Laser microdissection and mass spectrometry have provided further information on the composition of the classic fibrillary deposits of FGN. This process involves the extraction of glomerular protein, digestion, and identification of the protein constituents via amino acid sequencing. Apoprotein E, serum amyloid P, and Ig heavy/chain C region are some of the identifiable proteins that can help distinguish amyloidosis from FGN from immunotactoid glomerulonephritis (ITGN). The recent discovery of DNAJB9 in the glomeruli of FGN patients by mass spectrometry and use of anti-DNAJB9 antibodies for immunofluorescence/immunohistochemistry will likely transform the diagnosis of this disease and allow for potential therapeutic targets. DNAJB9 is a member of a family of cochaperones to heat shock proteins, which play an important role in the proper folding/unfolding/translocation/degradation of key cellular protein constituents. , All these tools are particularly useful since the recent finding of congophilic cases of fibrillary GN. Eighteen of such scenarios were described by the Mayo clinic- this accounted for about 4% of the fibrillary GN cases there.

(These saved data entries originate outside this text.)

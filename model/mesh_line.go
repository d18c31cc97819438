package model

import (
	"fmt"
	"math"
	"sort"
)

// lineMesh puts monotone cubics between the nodes of a line (Fritsch & Butland 1984, SIAM J. Sci. Stat. Comput. 5:300-304), so that nothing
// between two nodes is colder or hotter than both.
type lineMesh struct {
	*lineGrid
	share []float64
}

func newLineMesh(g *lineGrid) *lineMesh {
	m := &lineMesh{lineGrid: g, share: make([]float64, len(g.w))}
	sum := 0.0
	for _, w := range g.w {
		sum += w
	}
	for i, w := range g.w {
		m.share[i] = w / sum
	}
	return m
}

func (m *lineMesh) weights() []float64 { return m.share }

func (m *lineMesh) String() string {
	if m.kind == lumped {
		return "well mixed: one temperature"
	}
	return fmt.Sprintf("%d control volumes", len(m.x))
}

// part finds the layer of a place, m; at a joint the layer nearer the centre.
func (m *lineMesh) partOf(x float64) [2]int {
	last := len(m.parts) - 1
	for _, p := range m.parts[:last] {
		if below(x, m.x[p[1]], bondM) {
			return p
		}
	}
	return m.parts[last]
}

// places are the nodes as places, m: of the two sides of a joint that one that a place on the joint does not belong to lies a little beyond it.
func (m *lineMesh) places() []float64 {
	xs := append([]float64(nil), m.x...)
	for i, p := range m.parts[:len(m.parts)-1] {
		if joint := m.x[p[1]]; below(joint, joint, bondM) {
			xs[m.parts[i+1][0]] += beyondM
		} else {
			xs[p[1]] -= beyondM
		}
	}
	return xs
}

// interval finds the node below a place, m, in a layer, and the layer's first and last node.
func (m *lineMesh) interval(layer [2]int, x float64) (i, lo, hi int) {
	lo, hi = layer[0], layer[1]
	i = lo + sort.SearchFloat64s(m.x[lo:hi+1], x) - 1
	return max(lo, min(i, hi-1)), lo, hi
}

// reads gives the first and last node that the temperature of a place in radii depends on.
func (m *lineMesh) reads(x float64) (first, last int) {
	i, lo, hi := m.interval(m.partOf(x*m.r), x*m.r)
	return max(lo, i-2), min(hi, i+3)
}

func (m *lineMesh) at(c coord, t []float64) float64 {
	if m.kind == lumped {
		return t[0]
	}
	x := c[0] * m.r
	return m.within(m.partOf(x), x, t)
}

// within gives the temperature of a place, m, that lies in a layer.
func (m *lineMesh) within(layer [2]int, x float64, t []float64) float64 {
	i, lo, hi := m.interval(layer, x)
	d := m.x[i+1] - m.x[i]
	y := max(0, min(1, (x-m.x[i])/d))
	steep := func(j int) float64 { return (t[j+1] - t[j]) / (m.x[j+1] - m.x[j]) }
	slope := func(j int) float64 {
		switch {
		case j == lo && lo == 0 && m.kind != planeFull: // the centre of symmetry
			return 0
		case j == lo:
			return endSlope(steep(j), steep(j+1), m.x[j+1]-m.x[j], m.x[j+2]-m.x[j+1])
		case j == hi:
			return endSlope(steep(j-1), steep(j-2), m.x[j]-m.x[j-1], m.x[j-1]-m.x[j-2])
		}
		a, b := steep(j-1), steep(j)
		if a*b <= 0 {
			return 0
		}
		w := (1 + (m.x[j+1]-m.x[j])/(m.x[j+1]-m.x[j-1])) / 3
		return a * b / (w*b + (1-w)*a)
	}
	q := cubic(t[i], t[i+1], slope(i)*d, slope(i+1)*d)
	return q[0] + y*(q[1]+y*(q[2]+y*q[3]))
}

// endSlope is the slope at an end from the steepness of the two intervals beside it, near and next, of lengths a and b, kept monotone.
func endSlope(near, next, a, b float64) float64 {
	s := ((2*a+b)*near - a*next) / (a + b)
	switch {
	case s*near <= 0:
		return 0
	case near*next <= 0 && math.Abs(s) > 3*math.Abs(near):
		return 3 * near
	}
	return s
}

func (m *lineMesh) onto(other mesh) func(here, there []float64) {
	to := other.(*lineMesh)
	if m.kind == lumped {
		return func(here, there []float64) { copy(there, here) }
	}
	return func(here, there []float64) {
		for layer, p := range to.parts {
			for j := p[0]; j <= p[1]; j++ {
				there[j] = m.within(m.parts[layer], to.x[j], here)
			}
		}
	}
}

func (m *lineMesh) fill(nodes, out []float64) { copy(out, nodes) }

func (m *lineMesh) shot(f *marched, c []float64) snapshot { return &marchedShot{f, c} }

func (m *lineMesh) neighbours(j int, do func(k int)) {
	for _, k := range [2]int{j - 1, j + 1} {
		if k >= 0 && k < len(m.x) {
			do(k)
		}
	}
}
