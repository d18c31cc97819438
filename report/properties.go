package report

import (
	"slices"

	"slowpoint/model"
)

// follows tells whether the properties of a food followed the temperature in this run.
func (x *sheet) follows(m *model.Material) bool {
	marched := func(sp model.Span) bool { return sp.Method == model.Marched }
	return (m.Table || m.Composed) && x.p.History != nil && slices.ContainsFunc(x.p.History.Spans, marched)
}

// propertiesAtC are the temperatures that the properties of a food are listed at, °C.
var propertiesAtC = []float64{-20, -5, 5, 40, 75, 100}

// properties lists the properties of the foods of a product: those that follow the temperature at several temperatures, a constant once.
// Without such a food, and without layers, the steps tell them.
func (x *sheet) properties() {
	rows := x.propertyRows()
	if len(rows) == 0 {
		return
	}
	d := x.doc
	d.heading(say("properties title"), 1, 40)
	d.grouped([]col{{title: say("col food"), wide: 46, bold: true}, {title: say("col temperature"), wide: 33}, {title: say("col conductivity"), wide: 27},
		{title: say("col density"), wide: 25}, {title: say("col heat"), wide: 31}, {title: say("col ice"), wide: 18}}, rows, small, func(i int) bool { return i+1 < len(rows) && rows[i+1][0] != "" })
	d.text(x.propertiesSentence())
}

// propertyRows are the rows of that table: food, temperature, conductivity, density, specific heat, ice; none where it is not due.
func (x *sheet) propertyRows() [][]string {
	var rows [][]string
	foods := x.p.Product.Foods()
	if len(x.p.Product.Layers) == 0 && !slices.ContainsFunc(foods, x.follows) {
		return nil
	}
	for _, m := range foods {
		name := m.Name
		add := func(at string, q model.Properties, ice string) {
			rows = append(rows, []string{name, at, plain(q.KWmK, 3, nearest), plain(q.RhoKgM3, 0, nearest), plain(q.CJkgK, 0, nearest), ice})
			name = ""
		}
		if !x.follows(m) {
			add(say("any temperature"), m.Props(20), "")
			continue
		}
		for _, c := range x.propertiesAt(m) {
			ice := ""
			if m.IceShare != nil && x.coldRun(*m.FreezingC) {
				ice = say("percent", plain(100*m.IceShare(c), 0, nearest))
			}
			add(x.head.temperature(c, nearest), m.Props(c), ice)
		}
	}
	return rows
}

// propertiesAt chooses the temperatures for a food, °C: of a table those within it and its ends; frozen ones only where the food can be
// frozen, and comes near it in this run.
func (x *sheet) propertiesAt(m *model.Material) []float64 {
	var out []float64
	for _, c := range propertiesAtC {
		frozen := m.FreezingC != nil && c < *m.FreezingC || c < 0
		switch {
		case frozen && (m.EnthalpyJkg == nil || !x.coldRun(*m.FreezingC)):
		case (m.LowC != 0 || m.HighC != 0) && (c < m.LowC || c > m.HighC):
		default:
			out = append(out, c)
		}
	}
	if m.Table {
		if len(out) == 0 || out[0] > m.LowC {
			out = append([]float64{m.LowC}, out...)
		}
		if out[len(out)-1] < m.HighC {
			out = append(out, m.HighC)
		}
	}
	return out
}

// coldRun tells whether the food, or what surrounds it, is below a freezing point in this run.
func (x *sheet) coldRun(freezingC float64) bool {
	cold := x.p.Product.StartC < freezingC
	for i := range x.p.Steps {
		cold = cold || anyExposure(&x.p.Steps[i], func(e *model.Exposure) bool {
			for _, c := range e.Medium.C {
				if c < freezingC {
					return true
				}
			}
			return e.RadiatingC != nil && *e.RadiatingC < freezingC
		})
	}
	return cold
}

// propertiesSentence says how the properties were used and how far they can be trusted.
func (x *sheet) propertiesSentence() string {
	s := say("properties sentence")
	composed, ice := false, false
	for _, m := range x.p.Product.Foods() {
		composed = composed || m.Composed
		ice = ice || m.EnthalpyJkg != nil && x.coldRun(*m.FreezingC)
	}
	if composed {
		s += say("properties scatter")
	}
	if ice {
		s += say("properties ice")
	}
	return s
}
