package model

import (
	"math"
	"strings"
	"testing"

	"slowpoint/model/cell"
)

// logged is a course as a thermostat and a logger make it: a row a minute, up and down by some K, to a tenth of a degree and a whole per cent.
// The numbers are input of the test.
func logged(meanC, rhPc float64, rows int) Course {
	c := Course{Name: "log"}
	seed := uint32(7)
	noise := func() float64 {
		seed = seed*1664525 + 1013904223
		return float64(seed>>8)/(1<<24) - 0.5
	}
	for i := 0; i <= rows; i++ {
		turn := 2 * math.Pi * float64(i) / 11
		c.TimesS = append(c.TimesS, 60*float64(i))
		c.C = append(c.C, math.Round(10*(meanC+2.5*math.Sin(turn)+1.4*noise()))/10)
		if rhPc > 0 {
			c.RH = append(c.RH, math.Round(rhPc+4*math.Sin(turn+1)+3*noise()))
		}
	}
	return c
}

// loggedFoods are foods of each march in logged surroundings.
func loggedFoods(rows int) []drawn {
	aw := 0.98
	plain := &Material{Name: "moist food", Source: "input of the test", WaterActivity: &aw, Props: func(float64) Properties { return Properties{0.5, 1050, 3500} }}
	follows := &Material{Name: "food of a table", Source: "input of the test", Table: true, LowC: -50, HighC: 210, Props: func(c float64) Properties {
		return Properties{0.46 + 0.0009*c, 1060 - 0.3*c, 3500 + 1.1*c}
	}}
	air := func(m Course) Exposure {
		e := Exposure{Surface: MovingAir, AirMS: ptr(2.0), Wet: ptr(true), Medium: m}
		if m.RH == nil {
			e.RH = ptr(60.0)
		}
		return e
	}
	humid := air(logged(85, 60, rows))
	for i := range humid.Medium.C {
		humid.Medium.C[i] = 85
	}
	shine := air(logged(85, 0, rows))
	shine.Wet, shine.RH, shine.RadiatingC = ptr(false), nil, ptr(90.0)
	film := func(c float64) Exposure {
		return Exposure{Surface: Film, FilmW: ptr(25.0), Medium: logged(c, 0, rows)}
	}
	food := func(name string, shape *Shape, z Size, f *Material, stage *Stage, e Exposure) drawn {
		st := Step{Name: "log", Stage: stage, DurationS: 60 * float64(rows), Exposure: e}
		st.At = cell.Ref{Sheet: "Steps", Row: 4}
		return drawn{Product: Product{Name: name, Shape: shape, Size: z, Food: f, StartC: 8}, steps: []Step{st}, freezes: stage == Freeze}
	}
	bar, brick := Size{ThicknessM: 0.05, WidthM: 0.08}, Size{ThicknessM: 0.08, WidthM: 0.1, LengthM: 0.2}
	return []drawn{
		food("wet slab", Slab, Size{ThicknessM: 0.05}, plain, Cook, air(logged(85, 60, rows))),
		food("wet slab in air as warm throughout", Slab, Size{ThicknessM: 0.05}, plain, Cook, humid),
		food("wet cylinder", Cylinder, Size{DiameterM: 0.07}, plain, Cook, air(logged(85, 60, rows))),
		food("wet bar", Bar, bar, plain, Cook, air(logged(85, 60, rows))),
		food("wet brick", Brick, brick, plain, Cook, air(logged(85, 60, rows))),
		food("radiating bar", Bar, bar, plain, Cook, shine),
		food("brick of a table", Brick, brick, follows, Cook, film(85)),
		food("held slab of a table", Slab, Size{ThicknessM: 0.05}, follows, Cook, Exposure{Surface: Held, Medium: logged(85, 0, rows)}),
		food("slab that freezes", Slab, Size{ThicknessM: 0.05}, freezingFood(), Freeze, film(-25)),
	}
}

// The stated error of a food in logged surroundings holds against a march in much shorter steps, at all instants and not only at the rows, and
// a row costs a few instants: steps through it begin nothing anew.
func TestLoggedSurroundings(t *testing.T) {
	const rows = 60
	for _, d := range loggedFoods(rows) {
		t.Run(d.Name, func(t *testing.T) {
			h, err := Solve(d.Product, d.steps, Options{})
			if err != nil {
				t.Fatal(err)
			}
			e := effort{more: 1.5, tolK: 2e-4}
			if d.Shape == Brick {
				e = effort{more: 1.25, tolK: 1e-3}
			}
			fine := marchOnceFor(t, d.Product, d.steps, e)
			var times []float64
			for at := h.settle; at < h.EndS(); at += 37 {
				times = append(times, at)
			}
			off := 0.0
			x, y := make([]float64, len(times)), make([]float64, len(times))
			for _, spot := range h.Scan().Spots {
				h.Course(spot.Place, times, x)
				fine.Course(spot.Place, times, y)
				for i := range x {
					if !atIce(h, spot.Place, times[i]) && !atIce(fine, spot.Place, times[i]) {
						off = max(off, math.Abs(x[i]-y[i]))
					}
				}
			}
			kept := len(h.field.(*marched).track.times)
			t.Logf("stated %.4f K, true %.4f K, %d instants", h.ErrorK, off, kept)
			if off > 1.1*h.ErrorK {
				t.Errorf("stated %.4f K, true %.4f K", h.ErrorK, off)
			}
			if h.ErrorK > 0.02 {
				t.Errorf("stated %.4f K", h.ErrorK)
			}
			if kept > 8*rows {
				t.Errorf("%d instants", kept)
			}
		})
	}
}

// Ten thousand rows of a log in one direction are calculated; in three the rows are too many, which is said before anything is marched, with how
// many can be.
func TestLongLogs(t *testing.T) {
	for _, d := range loggedFoods(10000) {
		switch d.Shape {
		case Slab, Cylinder:
			if _, err := Solve(d.Product, d.steps, Options{}); err != nil {
				t.Errorf("%s: %v", d.Name, err)
			}
		case Brick:
			s := &solver{product: &d.Product, steps: d.steps, options: Options{ConductivityFactor: 1}, tmp: new(scratch)}
			s.layOut()
			_, err := s.march()
			if err == nil || !strings.Contains(err.Error(), "change their slope") || !strings.Contains(err.Error(), "leave out rows") || !strings.Contains(err.Error(), "Steps") {
				t.Errorf("%s: %v", d.Name, err)
			}
			if kept := len(s.main.(*marched).track.times); kept > 0 {
				t.Errorf("%s: refused after %d instants", d.Name, kept)
			}
		}
	}
}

Most FGN cases at this time are considered idiopathic. In a series of 66 FGN cases from the Mayo Clinic, 15 (23%) were associated with malignancy (mostly carcinomas, including six with multiple myeloma). Ten (15%) were associated with autoimmune disease (Crohn, systemic lupus erythematosus, Graves disease, idiopathic thrombocytopenic purpura, primary biliary cholangitis, ankylosing spondylitis, scleroderma, and Sjögren). Two patients (3%) were hepatitis C positive. A series of 42 FGN patients (26% black) from the University of North Carolina included seven of 26 (27%) testing positive for hepatitis C with no detectable cryoglobulinemia. These patients had the poorest outcome, with all but one proceeding to end-stage renal disease (ESRD). They did not receive antiviral therapy or rituximab. There is one reported case of FGN associated with tuberculosis-related osteomyelitis.